Диалог, а то и спор, не только с оппонентом, но и с написанным, со сказанным словом, с только что наконец отстроенным ритмом, которые в момент написания начинают существовать отдельно, а потому могут (и хотят) стать полноценными субъектами разговора — еще один способ оставлять в стихотворении место для существования чему-то вне, помимо, кроме себя.

 

Договориться нельзя.

Взяться за руки иногда можно, иногда нельзя, иногда просто опасно.

 

Живые точки увидеть трудно,

проверять долго,

перепутать легко,

ещё и опытом когда-то обогащает.

 

Ах, экуменизм экуменизм.

 

Принцип Робинзона Крузо — корабль разбит штормом, гибнет на прибрежных рифах, и в поэтику идет лишь то, что удалось, что посчастливилось спасти из бывшего корабельного инвентаря, — не так уж много и вовсе не обязательно именно того, что хотелось бы сохранить, но и не так уж мало для того, кто понимает... Вот последнее и определяет сущность творчества Кукулина — для того, кто понимает.

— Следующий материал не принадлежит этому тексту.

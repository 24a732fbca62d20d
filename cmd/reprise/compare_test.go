package main

import (
	"archive/zip"
	"bufio"
	"bytes"
	"encoding/json"
	"fmt"
	"os"
	"path/filepath"
	"slices"
	"strings"
	"testing"

	"reprise/report"
)

const (
	demoSource = "../../testdata/demo-sources/hillward-monthly-tanner-avenue.txt"
	demoDir    = "../../testdata/demo"
)

// copiersOfTheSource are the three essays that copy sentences 6–10 of the
// invented article (testdata/demo-planted.md, "Outside source").
var copiersOfTheSource = []string{"hana-kobayashi.txt", "marisol-quintero.txt", "wesley-tran.txt"}

func jsonResult(t *testing.T, args ...string) *report.Result {
	t.Helper()
	code, out, e := runCLI(t, args...)
	if code != 0 {
		t.Fatalf("%v: exit %d: %s", args, code, e)
	}
	var res report.Result
	if err := json.Unmarshal([]byte(out), &res); err != nil {
		t.Fatalf("%v: %v", args, err)
	}
	return &res
}

func TestCompareRules(t *testing.T) {
	src := filepath.Dir(demoSource)
	cases := []struct {
		name  string
		args  []string
		pairs []string // "a ~ b" by base name
	}{
		{"only pairs with one side in the reference set",
			[]string{"compare", "--format", "json", "--against", src, demoDir},
			[]string{"hillward-monthly-tanner-avenue.txt ~ hana-kobayashi.txt",
				"hillward-monthly-tanner-avenue.txt ~ marisol-quintero.txt",
				"hillward-monthly-tanner-avenue.txt ~ wesley-tran.txt"}},
	}
	for _, c := range cases {
		res := jsonResult(t, c.args...)
		var got []string
		for _, p := range res.Pairs {
			got = append(got, filepath.Base(p.A)+" ~ "+filepath.Base(p.B))
		}
		slices.Sort(got)
		if !slices.Equal(got, c.pairs) {
			t.Errorf("%s: pairs %q, want %q", c.name, got, c.pairs)
		}
		for _, d := range res.Documents {
			want := 0.0
			if slices.Contains(copiersOfTheSource, filepath.Base(d.Path)) || strings.Contains(d.Path, "demo-sources") {
				want = -1 // some reuse
			}
			if (want == 0) != (d.Reused == 0) {
				t.Errorf("%s: %s reused %.4f", c.name, d.Path, d.Reused)
			}
		}
		if len(res.Groups) != 1 || len(res.Groups[0].Documents) != 4 {
			t.Errorf("%s: groups %v, want the article and its three copiers", c.name, res.Groups)
		}
	}
	// --within adds the pairs among the new documents: the verbatim copy
	// (testdata/demo-planted.md, case 1) appears, the reference pairs stay.
	res := jsonResult(t, "compare", "--format", "json", "--within", "--against", src, demoDir)
	var verbatim, withSource int
	for _, p := range res.Pairs {
		if strings.HasSuffix(p.A, "ethan-kowalczyk.txt") && strings.HasSuffix(p.B, "tyler-boone.txt") {
			verbatim++
		}
		if strings.Contains(p.A, "demo-sources") || strings.Contains(p.B, "demo-sources") {
			withSource++
		}
	}
	if verbatim != 1 || withSource != 3 {
		t.Errorf("--within: verbatim pair found %d times, pairs with the source %d", verbatim, withSource)
	}
}

// TestCompareMasterCoverage: every master sentence is either in a passage
// the copy shares or in a missing passage, and a copy's coverage is the
// master side's coverage of its pair, on the demo and with many copies.
func TestCompareMasterCoverage(t *testing.T) {
	master, copies := writeMasterAndCopies(t, 12)
	cases := []struct {
		name   string
		master string
		news   string
		copies int
		check  func(t *testing.T, c report.MasterCoverage, kept int)
	}{
		{"the demo article against the 24 essays", demoSource, demoDir, 24,
			func(t *testing.T, c report.MasterCoverage, kept int) {
				if slices.Contains(copiersOfTheSource, filepath.Base(c.Copy)) {
					// The copiers take sentences 6–10 (five) and lack the rest.
					if kept != 5 || len(c.Missing) != 2 {
						t.Errorf("%s: kept %d sentences in %d gaps, want 5 kept and 2 gaps", c.Copy, kept, len(c.Missing))
					}
				}
			}},
		{"a master and 12 copies, each with one word changed: each lacks only its changed sentence", master, copies, 12,
			func(t *testing.T, c report.MasterCoverage, kept int) {
				var k int
				if _, err := fmt.Sscanf(filepath.Base(c.Copy), "copy-%02d.txt", &k); err != nil {
					t.Fatal(err)
				}
				if kept != len(masterSentences)-1 || len(c.Missing) != 1 || c.Missing[0].Text != masterSentences[k] || c.Missing[0].Line != k+1 {
					t.Errorf("%s: kept %d sentences, missing %+v; want all but sentence %d", c.Copy, kept, c.Missing, k+1)
				}
			}},
	}
	for _, tc := range cases {
		t.Run(tc.name, func(t *testing.T) {
			r := compareNDJSON(t, "--master", tc.master, tc.news)
			masterUnits := r.docs[tc.master].Units
			pairs := map[string]report.Pair{}
			for _, p := range r.pairs {
				if p.A == tc.master {
					pairs[p.B] = p
				} else {
					pairs[p.A] = p
				}
			}
			if tc.master == demoSource {
				if len(r.sources) != len(copiersOfTheSource) {
					t.Errorf("%d documents with sources, want the %d copiers", len(r.sources), len(copiersOfTheSource))
				}
				for _, src := range r.sources {
					if len(src.Sources) != 1 || !strings.Contains(src.Sources[0].Path, "demo-sources") || src.Reused == 0 {
						t.Errorf("sources of %s: %+v", src.Document, src)
					}
				}
			}
			if masterUnits == 0 || len(r.cover) != tc.copies {
				t.Fatalf("master has %d units; %d copies covered, want %d", masterUnits, len(r.cover), tc.copies)
			}
			for _, c := range r.cover {
				p, paired := pairs[c.Copy]
				missing, kept := 0, 0
				for k, g := range c.Missing {
					missing += g.Units
					if k > 0 && g.Start < c.Missing[k-1].End {
						t.Errorf("%s: missing passages out of order", c.Copy)
					}
				}
				for _, g := range p.Passages {
					kept += g.Units
				}
				// Every master sentence is either in a shared passage or missing.
				if kept+missing != masterUnits {
					t.Errorf("%s: %d kept + %d missing sentences, the master has %d", c.Copy, kept, missing, masterUnits)
				}
				if paired != (c.Coverage > 0) || (paired && c.Coverage != coverageOf(&p, tc.master)) {
					t.Errorf("%s: coverage %.4f, pair %v with master-side coverage %.4f", c.Copy, c.Coverage, paired, coverageOf(&p, tc.master))
				}
				tc.check(t, c, kept)
			}
		})
	}
}

// TestCompareSectionsInEveryFormat: compare's sources and master coverage
// are part of the result, written in all five formats, and `reprise report`
// redraws them from the JSON.
func TestCompareSectionsInEveryFormat(t *testing.T) {
	want := map[string][]string{
		"text":   {"Where each new document's shared passages were found", "What each copy keeps of its master", "of the master not in it"},
		"json":   {`"sources": [`, `"masters": [`, `"missing": [`},
		"ndjson": {`{"type":"sources"`, `{"type":"master"`},
		"csv":    {"\nsource,1,", "\nmissing,1,"},
		"html":   {"Where each new document", "What each copy keeps of its master"},
	}
	for _, format := range report.Formats {
		code, out, e := runCLI(t, "compare", "-q", "--format", format, "--master", demoSource, demoDir)
		if code != exitOK {
			t.Fatalf("--master --format %s: exit %d: %s", format, code, e)
		}
		for _, w := range want[format] {
			if !strings.Contains(out, w) {
				t.Errorf("--master --format %s: no %q in the output", format, w)
			}
		}
	}
	saved := filepath.Join(t.TempDir(), "compare.json")
	if code, _, e := runCLI(t, "compare", "-q", "--format", "json", "-o", saved, "--master", demoSource, demoDir); code != exitOK {
		t.Fatalf("compare -o: exit %d: %s", code, e)
	}
	code, out, e := runCLI(t, "report", "--format", "text", saved)
	if code != exitOK || !strings.Contains(out, "What each copy keeps of its master") || !strings.Contains(out, "Where each new document") {
		t.Errorf("report of a saved compare: exit %d, %s; sections missing from:\n%s", code, e, out)
	}
}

Необитаемые острова, дикая торжествующая природа, наезды людоедов...
И нужно выживать стиху...

 

Меня звали Сухэ-Батор.

Назову себя Гантенбайн.

Поеду на элеватор

и куплю себе комбайн.

 

Поеду по срочному делу,

пока не рассвело,

пока не надоело,

в родное село.

 

Пока пшеницу в поле колеблет ветер

и её колосья сгибаются и разгибаются, звеня,

пока меня никто не встретил

у утыканного горшками и сапогами плетня.

 

Ждёт ли меня моя краля, я ли её дроля —

нету времени разбираться уже.

Я бегу вдоль поля,

расположенного на втором этаже.

 

«И, как пчелы в улье опустелом, дурно пахнут мертвые слова». Для корабля, идущего в бейдевинд, чужой, встречный ветер — опора и основа для маневра. Но Кукулину этого недостаточно. Не соглашаясь с понятийным наполнением, он жалеет и любит сами слова. Его стихи кишат чужими членистоногими и жвалистыми словосочетаниями. Он приискивает им уютные места под корягами, ставит регуляторы влажности и температуры и пытается вдохнуть в них другую, невыморочную, некровожадную жизнь, обустроить их в языке.

 

Я не верю голосам, не помню лиц, интересуюсь только миром идей.

Мне говорят: «Ну, ты выбрал идею? Живи теперь, ею владей».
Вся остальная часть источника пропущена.